Jeder Bürger-Rat besteht aus mindestens drei Gruppen: den stimmberechtigten Räten, verschiedenen Experten und Moderatoren. Die letzte Funktion übernahmen Karin Neckamm und Doris Holler-Bruckner von „Powerful People“.

Der erste Tag bestand hauptsächlich aus Vorträgen der anwesenden Experten, die anschließend gründlich befragt werden konnten und über deren Aussagen ausgiebig diskutiert wurde. Am Sonntag standen zwei große Themengruppen im Mittelpunkt: das Format Bürger-Rat an sich und das Thema Mobilität. Beide Arbeitsgruppen erarbeiteten Vorschläge, die sie anschließend der versammelten Gruppe präsentierten und zur Diskussion stellten.
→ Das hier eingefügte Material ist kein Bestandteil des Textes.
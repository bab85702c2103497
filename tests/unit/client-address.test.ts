import { describe, expect, test } from "vitest";
import { clientAddressOf, normaliseAddress, trustedProxyHops } from "@/lib/auth/client-address";

describe("clientAddressOf", () => {
  // Expected values follow proxy-addr's documented walk (github.com/jshttp/proxy-addr README, "trust"
  // as a function of the hop number): addresses from the socket leftwards through X-Forwarded-For,
  // the first one not trusted is the client's.
  test.each<[string, string | null, string | null, number, string]>([
    ["no proxy trusted: the socket, whatever the client forwarded", "192.0.2.10", "203.0.113.5", 0, "192.0.2.10"],
    ["no proxy trusted, a forged chain", "192.0.2.10", "1.1.1.1, 2.2.2.2", 0, "192.0.2.10"],
    ["one proxy: the last forwarded entry", "10.0.0.2", "198.51.100.1, 203.0.113.5", 1, "203.0.113.5"],
    ["two proxies: two from the right", "10.0.0.2", "198.51.100.1, 203.0.113.5, 10.0.0.1", 2, "203.0.113.5"],
    ["one proxy, but nothing forwarded: the socket", "10.0.0.2", null, 1, "10.0.0.2"],
    ["more hops trusted than entries: the leftmost entry", "10.0.0.2", "203.0.113.5", 3, "203.0.113.5"],
    ["no socket address at all", null, "203.0.113.5", 1, "unknown"],
  ])("%s", (_label, peer, forwardedFor, hops, expected) => {
    expect(clientAddressOf({ peer, forwardedFor, hops })).toBe(expected);
  });
});

describe("normaliseAddress", () => {
  // IPv4-mapped IPv6 per RFC 4291 §2.5.5.2; /64 as the usual end-site prefix per RFC 6177 (common practice for limits).
  test.each<[string, string]>([
    ["203.0.113.7", "203.0.113.7"],
    ["::ffff:203.0.113.7", "203.0.113.7"],
    ["2001:db8:1:2:aaaa::1", "2001:db8:1:2::/64"],
    ["2001:db8:1:2:bbbb:cccc:dddd:eeee", "2001:db8:1:2::/64"],
    ["not an address", "other:not an address"],
  ])("%s → %s", (input, expected) => {
    expect(normaliseAddress(input)).toBe(expected);
  });
});

describe("trustedProxyHops", () => {
  test.each<[string | undefined, number]>([
    [undefined, 0],
    ["", 0],
    ["0", 0],
    ["1", 1],
    ["2", 2],
    ["-1", 0],
    ["1.5", 0],
    ["yes", 0],
  ])("TWINLEAF_TRUSTED_PROXY_HOPS=%s → %i", (value, expected) => {
    expect(trustedProxyHops(value)).toBe(expected);
  });
});
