/**
 * The seeded generator the property tests draw their cases from (tests/fixtures/random.ts). If it
 * repeated itself or stuck in a corner, those tests would pass while trying almost nothing.
 */
import { describe, expect, test } from "vitest";
import { gaussian, randomInt, seededRandom } from "../fixtures/random";

const draws = (seed: number, n: number) => {
  const r = seededRandom(seed);
  return Array.from({ length: n }, () => r());
};

describe("seededRandom", () => {
  test.each([1, 7064, 20261201])("seed %i gives the same sequence twice, inside [0, 1)", (seed) => {
    const a = draws(seed, 1000);
    expect(draws(seed, 1000)).toEqual(a);
    expect(a.every((x) => x >= 0 && x < 1)).toBe(true);
    expect(new Set(a).size).toBe(1000);
  });

  test("different seeds give different sequences", () => {
    expect(draws(1, 20)).not.toEqual(draws(2, 20));
  });

  // A uniform variable on [0, 1): each of 10 bins expects n/10 draws; with n = 100,000 the
  // standard deviation of a bin's count is √(n·0.1·0.9) ≈ 95, so ±600 is over six of them.
  test("100,000 draws fill ten equal bins evenly", () => {
    const bins = new Array<number>(10).fill(0);
    for (const x of draws(99, 100_000)) bins[Math.floor(x * 10)]!++;
    for (const count of bins) expect(Math.abs(count - 10_000)).toBeLessThan(600);
  });
});

describe("randomInt and gaussian", () => {
  test.each([
    [0, 1],
    [5, 31],
    [-5, 30],
  ])("randomInt(%i, %i) reaches both ends and nothing outside", (lo, hi) => {
    const r = seededRandom(lo * 100 + hi);
    const seen = new Set(Array.from({ length: 5000 }, () => randomInt(r, lo, hi)));
    expect(Math.min(...seen)).toBe(lo);
    expect(Math.max(...seen)).toBe(hi);
    expect(seen.size).toBe(hi - lo + 1);
  });

  // A standard normal has mean 0 and variance 1; over 50,000 draws the sample mean's standard
  // error is 1/√50,000 ≈ 0.0045, so 0.03 is over six of them.
  test("gaussian draws have mean 0 and variance 1", () => {
    const r = seededRandom(4242);
    const xs = Array.from({ length: 50_000 }, () => gaussian(r));
    const mean = xs.reduce((s, x) => s + x, 0) / xs.length;
    const variance = xs.reduce((s, x) => s + (x - mean) ** 2, 0) / xs.length;
    expect(Math.abs(mean)).toBeLessThan(0.03);
    expect(Math.abs(variance - 1)).toBeLessThan(0.03);
  });
});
Am Ende wurde über die einzelnen Punkte abgestimmt. Erstaunlich war, welch großer Konsens bei den meisten Inhalten erzielt wurde. So erreichten etwa die Forderungen einer CO 2 -Abgabe, verbunden mit finanziellen Ausgleichen für CO 2 -arme Mobilität, einstimmige Zustimmung, genau wie die Forderung nach einem Bahnausbau und einer weitergehenden Förderung von Radmobilität sowie eine verbesserte Alltagstauglichkeit und Sicherheit von Radwegen.

Besonders konkret war die Anregung der Einführung des „Mitfahrbankerls“, das eine Art organisiertes Autostoppen ermöglicht, und eine Förderung von Bedarfsfahrten. Damit wäre es E-Carsharing-Nutzern möglich, zum Beispiel gegen Gutschrift von Freikilometern Bedarfsfahrten für andere Personen zu unternehmen. Wichtige Punkte waren außerdem eine transparente Aufklärung und mehr Bewusstseinsbildung zum Thema Mobilitätswende für die Bevölkerung sowie eine intelligente Raumplanung, um den bestehenden Mobilitätsbedarf zu verringern.

Der katastrophale F4-Tornado in Südmähren und die Hagelschäden in Österreich würden zeigen, wie dringend notwendig das Handeln gegen den Klimawandel ist, um die Treibhausgasemissionen weltweit zu senken. Österreich soll, so die Bundesregierung, bis 2040 klimaneutral werden. Die Zeit ist also knapp und die Teilnehmer halten das Format „Bürger-Rat“ als wirksames Mittel, um gemeinsam umsetzbare Lösungen zu finden. Die Bürger waren sich einig, dass dies damit möglich sei. Organisiert wurde die Veranstaltung von der Gemeinwohl-Ökonomie Regionalgruppe Waldviertel, Parents for Future Waldviertel und der Klimamodellregion Thayaland.